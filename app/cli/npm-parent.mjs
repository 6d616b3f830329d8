import { inspect, isAlive } from "./processes.mjs";

const shells = new Set(["sh", "dash", "bash", "ash", "busybox", "ksh", "zsh"]);

/**
 * Tells when the npm that runs this script is gone. Between npm and the script stands a shell, on some systems, and
 * outlives npm: so both are watched. Does nothing where no npm runs the script.
 *
 * @param {() => void} onGone
 */
export function watchNpm(onGone) {
  if (!process.env.npm_lifecycle_event) return;
  const parent = inspect(process.ppid);
  const grandparent = parent && shells.has(parent.name) ? inspect(parent.parent) : undefined;
  const watched = [parent, grandparent].filter((found) => found !== undefined);
  const timer = setInterval(() => {
    if (watched.every(isAlive)) return;
    clearInterval(timer);
    onGone();
  }, 250);
  timer.unref();
}
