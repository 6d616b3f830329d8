import { existsSync } from "node:fs";

/** Debian's package of the browser without its window. */
export const chromiumPackage = "chromium-headless-shell";

/**
 * Debian's browser, Playwright brings none of its own here: without its window, which takes a third less time, or else with it.
 *
 * @returns {string | undefined}
 */
export const findChromium = () => [`/usr/bin/${chromiumPackage}`, "/usr/bin/chromium"].find(existsSync);
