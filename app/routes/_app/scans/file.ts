import { attachment } from "#app/lib/content-disposition.ts";
import { scopeOf } from "#app/server/contexts.server.ts";
import { getScanFile } from "#app/services/scans.server.ts";
import type { Route } from "./+types/file";

/** A profilometer file exactly as it came, for saving; never shown in the browser. Every answer is marked as not to be sniffed. */
export async function loader({ context, params }: Route.LoaderArgs) {
  const { name, bytes } = await getScanFile(scopeOf(context), params.fileId);
  return new Response(bytes, {
    headers: {
      "Content-Type": "application/octet-stream",
      "Content-Length": String(bytes.length),
      "Content-Disposition": attachment(name),
    },
  });
}
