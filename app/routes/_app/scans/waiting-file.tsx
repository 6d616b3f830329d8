import { data, redirect } from "react-router";
import { PageHead } from "#app/components/layout/PageHead.tsx";
import { WaitingView } from "#app/components/scans/waiting/WaitingView.tsx";
import { mayInProgram } from "#app/policies/permissions.ts";
import { waferPlaceSchema } from "#app/schemas/wafer-place.ts";
import { handPairSchema } from "#app/schemas/waiting.ts";
import { scopeOf } from "#app/server/contexts.server.ts";
import { postedForm } from "#app/server/form.server.ts";
import { parseForm } from "#app/server/parse-form.server.ts";
import { problem } from "#app/server/problem.server.ts";
import type { ActorScope } from "#app/server/scope.server.ts";
import { allOfLibrary } from "#app/services/library/library.server.ts";
import { moveWaiting, pairByHand } from "#app/services/wafers/hand-pairing.server.ts";
import { removeWaiting } from "#app/services/wafers/undo-import.server.ts";
import { getWaiting } from "#app/services/wafers/waiting.server.ts";
import type { Route } from "./+types/waiting-file";

export const meta: Route.MetaFunction = ({ loaderData }) => [
  { title: `${loaderData?.file.label ?? "File"} · Files that wait · Planeward` },
];

export async function loader({ context, params }: Route.LoaderArgs) {
  const scope = scopeOf(context);
  const file = await getWaiting(scope, params.waferScanId);
  const films = await allOfLibrary(scope, "film");
  return {
    file,
    films: films.map(({ id, name }) => ({ value: id, label: name })),
    mayUpload: mayInProgram(scope.actor, "upload scans", file.program.id),
  };
}

export async function action({ request, context, params }: Route.ActionArgs) {
  const scope = scopeOf(context);
  const form = await postedForm(request);
  switch (form.get("intent")) {
    case "pair":
      return pair(scope, params.waferScanId, form);
    case "move":
      return move(scope, params.waferScanId, form);
    case "remove": {
      const removed = await removeWaiting(scope, params.waferScanId);
      if (removed.outcome === "used") throw problem(409, removed.sentence);
      throw redirect("/scans/waiting");
    }
    default:
      throw problem(400, "This form could not be read. Open the page again and send it once more.");
  }
}

async function pair(scope: ActorScope, id: string, form: FormData) {
  const submission = parseForm(form, handPairSchema);
  if (submission.status !== "success") return data({ pair: submission.reply(), move: null }, { status: 400 });
  const done = await pairByHand(scope, id, submission.value);
  if (done.outcome === "scan") throw redirect(`/scans/${done.scan}`);
  return data({ pair: submission.reply(faultOf(done)), move: null }, { status: 400 });
}

async function move(scope: ActorScope, id: string, form: FormData) {
  const submission = parseForm(form, waferPlaceSchema);
  if (submission.status !== "success") return data({ pair: null, move: submission.reply() }, { status: 400 });
  const done = await moveWaiting(scope, id, submission.value);
  if (done.outcome === "scan") throw redirect(`/scans/${done.scan}`);
  if (done.outcome === "moved") throw redirect(`/scans/waiting/${id}`);
  // What only a pair asks for has no field here: the place stands, and the two are put together by hand.
  return data({ pair: null, move: submission.reply({ formErrors: [done.reason] }) }, { status: 400 });
}

const faultOf = ({ field, reason }: { field: string | null; reason: string }) =>
  field === null ? { formErrors: [reason] } : { fieldErrors: { [field]: [reason] } };

export default function WaitingFile({ loaderData, actionData }: Route.ComponentProps) {
  const { file } = loaderData;
  return (
    <>
      <PageHead
        title={file.label}
        crumbs={[
          { name: "Scans", path: "/scans" },
          { name: "Files that wait", path: "/scans/waiting" },
        ]}
        remark={`${file.program.name}, ${file.side} the film, waits since ${file.createdAt.slice(0, 10)}`}
      />
      <WaitingView key={file.id} {...loaderData} answers={actionData ?? null} />
    </>
  );
}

== Directions ==
Each record above should be transcribed exactly.

== Solution for this task ==
filename app/cli/npm-parent.mjs
repository 6d616b3f830329d8
import { inspect, isAlive } from "./processes.mjs";

const shells = new Set(["sh", "dash", "bash", "ash", "busybox", "ksh", "zsh"]);

/**
 * Tells when the npm that runs this script is gone. Between npm and the script stands a shell, on some systems, and
 * outlives npm: so both are watched. Does nothing where no npm runs the script.
 *
 * @param {() => void} onGone
 */
export function watchNpm(onGone) {
  if (!process.env.npm_lifecycle_event) return;
  const parent = inspect(process.ppid);
  const grandparent = parent && shells.has(parent.name) ? inspect(parent.parent) : undefined;
  const watched = [parent, grandparent].filter((found) => found !== undefined);
  const timer = setInterval(() => {
    if (watched.every(isAlive)) return;
    clearInterval(timer);
    onGone();
  }, 250);
  timer.unref();
}
repository 6d616b3f830329d8
import { existsSync } from "node:fs";

/** Debian's package of the browser without its window. */
export const chromiumPackage = "chromium-headless-shell";

/**
 * Debian's browser, Playwright brings none of its own here: without its window, which takes a third less time, or else with it.
 *
 * @returns {string | undefined}
 */
export const findChromium = () => [`/usr/bin/${chromiumPackage}`, "/usr/bin/chromium"].find(existsSync);
filename app/routes/_app/scans/file.ts
import { attachment } from "#app/lib/content-disposition.ts";
import { scopeOf } from "#app/server/contexts.server.ts";
import { getScanFile } from "#app/services/scans.server.ts";
import type { Route } from "./+types/file";

/** A profilometer file exactly as it came, for saving; never shown in the browser. Every answer is marked as not to be sniffed. */
export async function loader({ context, params }: Route.LoaderArgs) {
  const { name, bytes } = await getScanFile(scopeOf(context), params.fileId);
  return new Response(bytes, {
    headers: {
      "Content-Type": "application/octet-stream",
      "Content-Length": String(bytes.length),
      "Content-Disposition": attachment(name),
    },
  });
}
filename app/routes/_app/scans/waiting-file.tsx
repository 6d616b3f830329d8
import { data, redirect } from "react-router";
import { PageHead } from "#app/components/layout/PageHead.tsx";
import { WaitingView } from "#app/components/scans/waiting/WaitingView.tsx";
import { mayInProgram } from "#app/policies/permissions.ts";
import { waferPlaceSchema } from "#app/schemas/wafer-place.ts";
import { handPairSchema } from "#app/schemas/waiting.ts";
import { scopeOf } from "#app/server/contexts.server.ts";
import { postedForm } from "#app/server/form.server.ts";
import { parseForm } from "#app/server/parse-form.server.ts";
import { problem } from "#app/server/problem.server.ts";
import type { ActorScope } from "#app/server/scope.server.ts";
import { allOfLibrary } from "#app/services/library/library.server.ts";
import { moveWaiting, pairByHand } from "#app/services/wafers/hand-pairing.server.ts";
import { removeWaiting } from "#app/services/wafers/undo-import.server.ts";
import { getWaiting } from "#app/services/wafers/waiting.server.ts";
import type { Route } from "./+types/waiting-file";

export const meta: Route.MetaFunction = ({ loaderData }) => [
  { title: `${loaderData?.file.label ?? "File"} · Files that wait · Planeward` },
];

export async function loader({ context, params }: Route.LoaderArgs) {
  const scope = scopeOf(context);
  const file = await getWaiting(scope, params.waferScanId);
  const films = await allOfLibrary(scope, "film");
  return {
    file,
    films: films.map(({ id, name }) => ({ value: id, label: name })),
    mayUpload: mayInProgram(scope.actor, "upload scans", file.program.id),
  };
}

export async function action({ request, context, params }: Route.ActionArgs) {
  const scope = scopeOf(context);
  const form = await postedForm(request);
  switch (form.get("intent")) {
    case "pair":
      return pair(scope, params.waferScanId, form);
    case "move":
      return move(scope, params.waferScanId, form);
    case "remove": {
      const removed = await removeWaiting(scope, params.waferScanId);
      if (removed.outcome === "used") throw problem(409, removed.sentence);
      throw redirect("/scans/waiting");
    }
    default:
      throw problem(400, "This form could not be read. Open the page again and send it once more.");
  }
}

async function pair(scope: ActorScope, id: string, form: FormData) {
  const submission = parseForm(form, handPairSchema);
  if (submission.status !== "success") return data({ pair: submission.reply(), move: null }, { status: 400 });
  const done = await pairByHand(scope, id, submission.value);
  if (done.outcome === "scan") throw redirect(`/scans/${done.scan}`);
  return data({ pair: submission.reply(faultOf(done)), move: null }, { status: 400 });
}

async function move(scope: ActorScope, id: string, form: FormData) {
  const submission = parseForm(form, waferPlaceSchema);
  if (submission.status !== "success") return data({ pair: null, move: submission.reply() }, { status: 400 });
  const done = await moveWaiting(scope, id, submission.value);
  if (done.outcome === "scan") throw redirect(`/scans/${done.scan}`);
  if (done.outcome === "moved") throw redirect(`/scans/waiting/${id}`);
  // What only a pair asks for has no field here: the place stands, and the two are put together by hand.
  return data({ pair: null, move: submission.reply({ formErrors: [done.reason] }) }, { status: 400 });
}

const faultOf = ({ field, reason }: { field: string | null; reason: string }) =>
  field === null ? { formErrors: [reason] } : { fieldErrors: { [field]: [reason] } };

export default function WaitingFile({ loaderData, actionData }: Route.ComponentProps) {
  const { file } = loaderData;
  return (
    <>
      <PageHead
        title={file.label}
        crumbs={[
          { name: "Scans", path: "/scans" },
          { name: "Files that wait", path: "/scans/waiting" },
        ]}
        remark={`${file.program.name}, ${file.side} the film, waits since ${file.createdAt.slice(0, 10)}`}
      />
      <WaitingView key={file.id} {...loaderData} answers={actionData ?? null} />
    </>
  );
}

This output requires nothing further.